Context: Despite widespread screening for prostate cancer (PCa) and major advances in the treatment of metastatic disease, PCa remains the second most common cause of cancer death for men in the Western world. In addition, the use of prostate-specific antigen testing has led to the diagnosis of many potentially indolent cancers, and aggressive treatment of these cancers has caused significant morbidity without clinical benefit in many cases. The recent discoveries of inherited and acquired genetic markers associated with PCa initiation and progression provide an opportunity to apply these findings to guide clinical decision making.
Objective: In this review, we discuss the potential use of genetic markers to better define groups of men at high risk of developing PCa, to improve screening techniques, to discriminate indolent versus aggressive disease, and to improve therapeutic strategies in patients with advanced disease.
Evidence acquisition: PubMed-based literature searches and abstracts through January 2012 provided the basis for this literature review. We also examined secondary sources from reference lists of retrieved articles and data presented at recent congresses. Cited review articles are only from the years 2007-2012, favoring more recent discussions because of the rapidly changing field. Original research articles were curated based on favoring large sample sizes, independent validation, frequent citations, and basic science directly related to potentially clinically relevant prognostic or predictive markers. In addition, all authors on the manuscript evaluated and interpreted the data acquired.
Evidence synthesis: We address the use of inherited genetic variants to assess risk of PCa development, risk of advanced disease, and duration of response to hormonal therapies. The potential for using urine measurements such as prostate cancer antigen 3 (PCA3) RNA and the transmembrane protease, serine 2 v-ets erythroblastosis virus E26 oncogene homolog (avian) (TMPRSS2-ERG) gene fusion to aid screening is discussed. Multiple groups have developed gene expression signatures from primary prostate tumors correlating with poor prognosis, and attempts to improve and standardize these signatures as diagnostic tests are presented. Massive sequencing efforts are underway to define important somatic genetic alterations (amplifications, deletions, point mutations, translocations) in PCa, and these alterations hold great promise as prognostic markers and for predicting response to therapy. We provide a rationale for assessing genetic markers in metastatic disease for guiding choice of therapy and for stratifying patients in clinical trials, and discuss challenges in clinical trial design incorporating the use of these markers.

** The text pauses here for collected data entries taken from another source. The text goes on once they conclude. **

class SurveyStore:
    """The output folder of a survey: resume index, part files and merged tables.

    Parameters
    ----------
    out_dir : path-like
        Output folder (created when missing).
    scan_options : dict
        Options of :func:`fescan.scan` used for every file. A survey folder
        holds results of one set of options: reopening it with other options
        raises :class:`~fescan.core.errors.ConfigError`.
    """

    def __init__(self, out_dir: str | os.PathLike[str], scan_options: dict) -> None:
        self.out_dir = Path(out_dir)
        self.state = self.out_dir / STATE_DIR
        self.parts = self.state / "parts"
        self.index_path = self.state / "done.jsonl"
        try:
            for name in TABLE_NAMES:
                (self.parts / name).mkdir(parents=True, exist_ok=True)
        except OSError as exc:
            raise FescanError(f"{self.out_dir}: cannot create the survey folder ({exc.strerror or exc})") from exc
        # the lock comes before anything that reads or tidies the folder: never delete another run's parts
        self._lock = FolderLock(self.state / "lock", self.out_dir)
        self._lock.acquire()
        try:
            with _writing(self.out_dir, "the survey settings"):
                self._check_settings(scan_options)
            self._run = f"{time.time_ns():020d}-{os.getpid()}"
            self._seq = 0
            self.batches: dict[str, list[dict]] = {}
            with _writing(self.out_dir, "the survey index"):
                self._load_index()
                self._finish_merge()
                self._remove_orphans()
        except BaseException:
            self.close()
            raise

    def close(self) -> None:
        """Release the folder lock (the store can no longer be written)."""
        lock = getattr(self, "_lock", None)
        if lock is not None:
            lock.release()

    def __enter__(self) -> SurveyStore:
        return self

    def __exit__(self, *exc: object) -> None:
        self.close()

    def __del__(self) -> None:  # a store dropped without close() must not keep the folder locked
        with contextlib.suppress(Exception):
            self.close()

    # --- opening -------------------------------------------------------------------

    def _check_settings(self, scan_options: dict) -> None:
        path = self.state / "settings.json"
        wanted = json.loads(json.dumps(scan_options))  # normalise (tuples → lists)
        if path.exists():
            try:
                old = json.loads(path.read_text(encoding="utf-8"))["scan_options"]
            except (OSError, ValueError, KeyError, TypeError) as exc:
                raise FescanError(f"{path}: unreadable survey settings ({exc}); use a new output folder") from exc
            if old != wanted:
                diff = ", ".join(f"{k}: {old.get(k)!r} before, {wanted.get(k)!r} now"
                                 for k in sorted(set(old) | set(wanted)) if old.get(k) != wanted.get(k))
                raise ConfigError(f"{self.out_dir}: was surveyed with other options ({diff}); "
                                  "use the same options to resume, or a new output folder")
            return
        tmp = path.with_name(path.name + ".tmp")
        tmp.write_text(json.dumps({"scan_options": wanted}, indent=1) + "\n", encoding="utf-8")
        _replace_durably(tmp, path)

    def _load_index(self) -> None:
        """Read committed batches; cut a half-written last line (killed while appending)."""
        if not self.index_path.exists():
            return
        raw = self.index_path.read_bytes()
        good = 0
        for line in raw.splitlines(keepends=True):
            if not line.endswith(b"\n"):
                break
            try:
                rec = json.loads(line)
                self.batches[rec["batch"]] = rec["files"]
            except (ValueError, KeyError, TypeError):
                break
            good += len(line)
        if good < len(raw):
            logger.warning("%s: ignoring %d bytes of an interrupted write", self.index_path, len(raw) - good)
            with open(self.index_path, "rb+") as fh:
                fh.truncate(good)
                os.fsync(fh.fileno())

    def _finish_merge(self) -> None:
        """Complete a merge killed while it renamed its tables into place (all or none are new)."""
        manifest = self.state / _MERGE_MANIFEST
        if not manifest.exists():
            return
        try:
            pairs = json.loads(manifest.read_text(encoding="utf-8"))["tables"]
        except (OSError, ValueError, KeyError, TypeError):
            pairs = []  # the manifest itself was cut short: the old tables were never touched
        for tmp, final in pairs:
            if (self.out_dir / tmp).exists():
                os.replace(self.out_dir / tmp, self.out_dir / final)
        _fsync_dir(self.out_dir)
        manifest.unlink(missing_ok=True)

    def _remove_orphans(self) -> None:
        """Delete temporary files and parts of batches never committed."""
        for table_dir in self.parts.iterdir():
            if not table_dir.is_dir():
                continue
            for f in table_dir.iterdir():
                if f.name.endswith(".tmp") or f.stem not in self.batches:
                    logger.info("removing %s (left by an interrupted survey)", f)
                    f.unlink(missing_ok=True)
        for f in self.out_dir.glob("*.tmp"):
            f.unlink(missing_ok=True)

    def latest(self) -> dict[str, dict]:
        """Latest committed record per resolved path (``file, resolved, size, mtime_ns, status, batch``)."""
        out: dict[str, dict] = {}
        for batch in sorted(self.batches):
            for rec in self.batches[batch]:
                out[rec["resolved"]] = {**rec, "batch": batch}
        return out

    # --- writing batches -----------------------------------------------------------

    def commit(self, outcomes: list[dict], keys: list[FileKey]) -> str:
        """Write one batch of per-file outcomes durably, then record it in the index.

        Parameters
        ----------
        outcomes : list of dict
            Outcomes of :func:`fescan.surveys.worker.analyse_file` (or failures made by
            the parent), each with ``file``, ``status``, ``structure``, and
            ``rows`` (table name → rows) and/or ``failure``.
        keys : list of FileKey
            Key of each outcome's file, in the same order.

        Returns
        -------
        str
            The batch id.
        """
        batch = f"{self._run}-{self._seq:06d}"
        self._seq += 1
        try:
            with _writing(self.out_dir, f"batch {batch}"):
                self._commit(batch, outcomes, keys)
        except BaseException:
            for name in TABLE_NAMES:  # leave no part of an uncommitted batch (the next run would drop it anyway)
                for f in (self.parts / name / f"{batch}.parquet", self.parts / name / f"{batch}.parquet.tmp"):
                    with contextlib.suppress(OSError):
                        f.unlink(missing_ok=True)
            raise
        return batch

    def _commit(self, batch: str, outcomes: list[dict], keys: list[FileKey]) -> None:
        rows: dict[str, list[dict]] = {name: [] for name in TABLE_NAMES}
        for o in outcomes:
            rows["structures"].append(o["structure"])
            rows["timings"].append({"file": o["file"], "seconds": o["seconds"]})
            if o.get("failure"):
                rows["failures"].append(o["failure"])
            for name, part in (o.get("rows") or {}).items():
                rows[name].extend(part)
        for name, table_rows in rows.items():
            if not table_rows:
                continue
            df = to_frame(name, table_rows)
            table = pa.Table.from_pandas(df, schema=arrow_schema(name), preserve_index=False)
            final = self.parts / name / f"{batch}.parquet"
            tmp = final.with_name(final.name + ".tmp")
            pq.write_table(table, tmp)
            _replace_durably(tmp, final)
        files = [{"file": o["file"], "resolved": k.resolved, "size": k.size, "mtime_ns": k.mtime_ns,
                  "status": o["status"]} for o, k in zip(outcomes, keys)]
        line = json.dumps({"batch": batch, "files": files}, ensure_ascii=False) + "\n"
        with open(self.index_path, "a", encoding="utf-8") as fh:
            fh.write(line)
            fh.flush()
            os.fsync(fh.fileno())
        self.batches[batch] = files

    # --- merging -------------------------------------------------------------------

    def merge(self, table_format: str = "parquet",
              on_chunk: Callable[[str, pa.Table], None] | None = None) -> dict[str, Path]:
        """Merge the committed parts into one table per kind, streaming part by part.

        Parameters
        ----------
        table_format : {"parquet", "csv"}
            Format of the merged tables.
        on_chunk : callable, optional
            Called with ``(table name, arrow table)`` for every filtered part, e.g.
            to count rows by class without reading the merged tables again.

        Returns
        -------
        dict of str to Path
            Table name → merged file. Each is written to a temporary name and
            renamed into place: a kill leaves the previous table or the new one.
        """
        if table_format not in ("parquet", "csv"):
            raise ConfigError(f"table format must be 'parquet' or 'csv', not {table_format!r}")
        keep = self._rows_to_keep()
        written: dict[str, Path] = {}
        pairs: list[tuple[Path, Path]] = []
        try:
            with _writing(self.out_dir, "the merged tables"):
                for name in TABLE_NAMES:  # every table to a temporary name first...
                    final = self.out_dir / f"{name}.{table_format}"
                    tmp = final.with_name(final.name + ".tmp")
                    pairs.append((tmp, final))
                    chunks = self._filtered_parts(name, keep)
                    if table_format == "parquet":
                        _write_parquet(tmp, name, chunks, on_chunk)
                    else:
                        _write_csv(tmp, name, chunks, on_chunk)
                    with open(tmp, "rb+") as fh:
                        os.fsync(fh.fileno())
                    written[name] = final
                # ...then a manifest, so that a kill during the renames is completed by the next run
                manifest = self.state / _MERGE_MANIFEST
                tmp_manifest = manifest.with_name(manifest.name + ".tmp")
                tmp_manifest.write_text(json.dumps({"tables": [[t.name, f.name] for t, f in pairs]}) + "\n",
                                        encoding="utf-8")
                _replace_durably(tmp_manifest, manifest)
        except BaseException:
            for tmp, _ in pairs:
                with contextlib.suppress(OSError):
                    tmp.unlink(missing_ok=True)
            raise
        self._finish_merge()
        return written

    def _rows_to_keep(self) -> dict[str, set[str]]:
        """Batch id → ``file`` values whose rows in that batch are the latest."""
        keep: dict[str, set[str]] = {}
        for rec in self.latest().values():
            keep.setdefault(rec["batch"], set()).add(rec["file"])
        return keep

    def _filtered_parts(self, name: str, keep: dict[str, set[str]]) -> Iterable[pa.Table]:
        schema = arrow_schema(name)
        for batch in sorted(keep):
            part = self.parts / name / f"{batch}.parquet"
            if not part.exists():  # this batch had no rows for this table
                continue
            table = pq.read_table(part, schema=schema)
            if len(keep[batch]) != len(self.batches[batch]):
                mask = pc.is_in(table["file"], value_set=pa.array(sorted(keep[batch]), pa.large_string()))
                table = table.filter(mask)
            if table.num_rows:
                yield table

Conclusions: The use of genetic markers has the potential to aid disease screening, improve prognostic discrimination, and prediction of response to treatment. However, most markers have not been prospectively validated for providing useful prognostic or predictive information or improvement upon clinicopathologic parameters already in use. Significant efforts are underway to develop these research findings into clinically useful diagnostic tests in order to improve clinical decision making.